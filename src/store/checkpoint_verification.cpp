#include "store/checkpoint_verification.hpp"

#include <SQLiteCpp/Statement.h>
#include <fmt/format.h>

#include "core/errors.hpp"
#include "store/lab_key.hpp"

namespace plumb::store {
namespace {

/// "check_runs id=3, certificates id=2" for the records first..last (1-based), the first three of them.
std::string records_named(TrailPositions& records, std::int64_t first, std::int64_t last) {
  std::string out;
  const std::int64_t shown = std::min<std::int64_t>(last, first + 2);
  for (std::int64_t seq = first; seq <= shown && seq <= records.size(); ++seq) {
    const auto r = records.record_at(seq);
    if (!out.empty()) out += ", ";
    out += fmt::format("{} {}", r.table_name, r.row_key);
  }
  if (last > shown) out += fmt::format(" and {} more", last - shown);
  return out;
}

std::string range_text(std::int64_t first, std::int64_t last) {
  return first == last ? fmt::format("audit record {}", first) : fmt::format("audit records {}-{}", first, last);
}

std::string deleted_text(std::int64_t first, std::int64_t last) {
  return range_text(first, last) + (first == last ? " was" : " were");
}

std::string checkpoint_text(const Checkpoint& c) {
  return fmt::format("checkpoint {} (signed {}, covering {} audit records)", c.number, c.signed_at, c.records);
}

AuditProblem checkpoint_problem(std::int64_t seq, const std::string& at, std::string message) {
  AuditProblem p;
  p.kind = AuditProblem::Kind::checkpoint;
  p.seq = seq;
  p.table = "checkpoints";
  p.recorded_at = at;
  p.message = std::move(message);
  return p;
}

AuditProblem unsigned_problem(std::int64_t seq, const std::string& at, std::string message) {
  AuditProblem p = checkpoint_problem(seq, at, std::move(message));
  p.kind = AuditProblem::Kind::unsigned_records;
  p.table.clear();
  return p;
}

/// The signature of `c` against the trusted key, or against the key it names when none was given.
void check_signature(const Checkpoint& c, const VerifyOptions& options, const std::string& where,
                     AuditVerification& out) {
  const std::int64_t seq = std::max<std::int64_t>(c.records, 1);
  if (options.public_key && c.public_key != *options.public_key) {
    out.problems.push_back(checkpoint_problem(
        seq, c.signed_at,
        fmt::format("{}{} is signed with key {}, not with the lab's key {} ({}): it was not signed by the lab.",
                    checkpoint_text(c), where, key_fingerprint(c.public_key), key_fingerprint(*options.public_key),
                    options.public_key_source)));
    return;
  }
  if (!signature_valid(c.public_key, checkpoint_statement(c), c.signature))
    out.problems.push_back(checkpoint_problem(
        seq, c.signed_at,
        fmt::format("{}{}: its Ed25519 signature does not verify; the checkpoint was altered or forged.",
                    checkpoint_text(c), where)));
}

void check_since(const Checkpoint& kept, const std::optional<Checkpoint>& in_db, TrailPositions& records,
                 const VerifyOptions& options, std::int64_t last_number, AuditVerification& out) {
  const std::string where = fmt::format(" in {}", options.since_source);
  check_signature(kept, options, where, out);
  const std::int64_t trail = records.size();
  const std::int64_t seq = std::max<std::int64_t>(kept.records, 1);
  if (!in_db) {
    out.problems.push_back(checkpoint_problem(
        seq, kept.signed_at,
        fmt::format("{} of {} is not in the database, which ends at checkpoint {} with {} audit records: the "
                    "records after were deleted.",
                    checkpoint_text(kept), options.since_source, last_number, trail)));
  } else if (!(*in_db == kept)) {
    out.problems.push_back(checkpoint_problem(
        seq, kept.signed_at,
        fmt::format("{} of {} differs from checkpoint {} in the database: the checkpoint was replaced.",
                    checkpoint_text(kept), options.since_source, kept.number)));
  }
  if (kept.records > trail)
    out.problems.push_back(checkpoint_problem(
        seq, kept.signed_at,
        fmt::format("{} of {} covers {} audit records, but the trail holds only {}: {} deleted.", checkpoint_text(kept),
                    options.since_source, kept.records, trail, deleted_text(trail + 1, kept.records))));
  else if (records.hash_at(kept.records) != kept.head_hash)
    out.problems.push_back(checkpoint_problem(
        seq, kept.signed_at,
        fmt::format("{} of {}: the trail's audit record {} no longer has the hash it signed; records up to it were "
                    "rewritten.",
                    checkpoint_text(kept), options.since_source, kept.records)));
}

}  // namespace

TrailPositions::TrailPositions(SQLite::Database& db, std::int64_t records, bool numbered_by_position)
    : records_(records),
      query_(db, numbered_by_position
                     ? "SELECT hash, table_name, row_key, at FROM audit_log WHERE seq = ?"
                     : "SELECT hash, table_name, row_key, at FROM audit_log ORDER BY seq LIMIT 1 OFFSET ?"),
      by_seq_(numbered_by_position) {}

SQLite::Statement& TrailPositions::lookup(std::int64_t position) {
  query_.reset();
  query_.bind(1, by_seq_ ? position : position - 1);
  if (!query_.executeStep()) throw StorageError(fmt::format("audit record {} cannot be read back.", position));
  return query_;
}

std::string TrailPositions::hash_at(std::int64_t position) {
  if (position == 0) return genesis_hash();
  return lookup(position).getColumn(0).getString();
}

TrailPositions::Named TrailPositions::record_at(std::int64_t position) {
  auto& q = lookup(position);
  return {q.getColumn(1).getString(), q.getColumn(2).getString(), q.getColumn(3).getString()};
}

void verify_checkpoints(SQLite::Database& db, TrailPositions& records, const VerifyOptions& options,
                        AuditVerification& out) {
  const std::int64_t trail = records.size();
  std::int64_t expected = 1, covered = 0, last_number = 0;
  bool rewritten = false;  // after the first checkpoint that no longer matches, every later one fails too
  std::optional<Checkpoint> since_in_db;
  const bool signed_trail = db.tableExists("checkpoints");  // a database from migration 012 on
  if (signed_trail) {
    SQLite::Statement q(db, fmt::format("SELECT {} FROM checkpoints ORDER BY number", checkpoint_columns));
    while (q.executeStep()) {
      const Checkpoint c = checkpoint_from_row(q);
      ++out.checkpoints;
      last_number = c.number;
      if (options.since && c.number == options.since->number) since_in_db = c;
      const std::int64_t seq = std::max<std::int64_t>(c.records, 1);
      if (c.number != expected)
        out.problems.push_back(checkpoint_problem(
            seq, c.signed_at,
            fmt::format("checkpoint {} is missing: the checkpoints jump from {} to {}; checkpoints were deleted.",
                        expected, expected - 1, c.number)));
      check_signature(c, options, "", out);
      if (c.records < covered) {
        out.problems.push_back(checkpoint_problem(
            seq, c.signed_at,
            fmt::format("{} covers fewer records than the checkpoint before it ({}).", checkpoint_text(c), covered)));
      } else if (c.records > trail) {
        out.problems.push_back(
            checkpoint_problem(seq, c.signed_at,
                               fmt::format("{} covers {} audit records, but the trail holds only {}: {} deleted.",
                                           checkpoint_text(c), c.records, trail, deleted_text(trail + 1, c.records))));
      } else if (!rewritten && records.hash_at(c.records) != c.head_hash) {
        rewritten = true;
        out.problems.push_back(checkpoint_problem(
            seq, c.signed_at,
            fmt::format("{} no longer matches the trail: {} ({}) {} not what it signed; the records were rewritten "
                        "and the hash chain recomputed.",
                        checkpoint_text(c), range_text(covered + 1, std::max(c.records, covered + 1)),
                        records_named(records, covered + 1, c.records), c.records > covered + 1 ? "are" : "is")));
      }
      covered = std::max(covered, c.records);
      expected = c.number + 1;
      out.last_checkpoint = c;
      out.key_fingerprint = key_fingerprint(options.public_key.value_or(c.public_key));
    }
  }
  if (out.checkpoints == 0 && (trail > 0 || signed_trail || options.public_key || options.since)) {
    out.problems.push_back(unsigned_problem(
        1, "",
        trail > 0 ? fmt::format("{} ({}) {} not covered by any signed checkpoint: written without the lab's key, or "
                                "before checkpoints (then sign them with `plumb key create`).",
                                range_text(1, trail), records_named(records, 1, trail), trail == 1 ? "is" : "are")
                  : std::string("the database holds no audit record and no signed checkpoint, but a lab's database "
                                "always has both: its records and checkpoints were deleted.")));
  } else if (covered < trail) {
    out.problems.push_back(unsigned_problem(
        covered + 1, records.record_at(covered + 1).at,
        fmt::format("{} ({}) {} not covered by a signed checkpoint (the last, checkpoint {}, covers {}): written "
                    "outside plumb or without the lab's key.",
                    range_text(covered + 1, trail), records_named(records, covered + 1, trail),
                    trail == covered + 1 ? "is" : "are", last_number, covered)));
  }
  if (options.since) check_since(*options.since, since_in_db, records, options, last_number, out);
}

}  // namespace plumb::store
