CertificateRecord certificate_from(SQLite::Statement& q) {
  CertificateRecord c;
  c.id = q.getColumn(0).getInt64();
  c.number = q.getColumn(1).getString();
  c.run_id = q.getColumn(2).getInt64();
  c.kind = q.getColumn(3).getString();
  c.issued_at = q.getColumn(4).getString();
  c.issued_by = q.getColumn(5).getString();
  c.content = json::parse(q.getColumn(6).getString());
  c.content_sha256 = q.getColumn(7).getString();
  if (!q.getColumn(8).isNull()) c.supersedes = q.getColumn(8).getInt64();
  return c;
}
}  // namespace

std::optional<CertificateRecord> find_certificate(SQLite::Database& db, const std::string& number) {
  SQLite::Statement q(db, std::string(certificate_select) + " WHERE number = ?");
  q.bind(1, number);
  if (!q.executeStep()) return std::nullopt;
  return certificate_from(q);
}

std::optional<CertificateRecord> find_certificate_by_id(SQLite::Database& db, std::int64_t id) {
  SQLite::Statement q(db, std::string(certificate_select) + " WHERE id = ?");
  q.bind(1, id);
  if (!q.executeStep()) return std::nullopt;
  return certificate_from(q);
}

std::optional<CertificateRecord> certificate_for_run(SQLite::Database& db, std::int64_t run_id) {
  SQLite::Statement q(db, std::string(certificate_select) + " WHERE run_id = ? ORDER BY id DESC LIMIT 1");
  q.bind(1, run_id);
  if (!q.executeStep()) return std::nullopt;
  return certificate_from(q);
}

std::string next_certificate_number(SQLite::Database& db, const std::string& prefix, int year) {
  const std::string stem = fmt::format("{}-{}-", prefix, year);
  SQLite::Statement q(db, "SELECT count(*) FROM certificates WHERE number LIKE ? || '%'");
  q.bind(1, stem);
  q.executeStep();
  return fmt::format("{}{:04}", stem, q.getColumn(0).getInt() + 1);
}

}  // namespace plumb::store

# WORK INSTRUCTIONS
Copy all lines above containing the string "matches".

# REPLY TO THE TASK
  bool rewritten = false;  // after the first checkpoint that no longer matches, every later one fails too
            fmt::format("{} no longer matches the trail: {} ({}) {} not what it signed; the records were rewritten "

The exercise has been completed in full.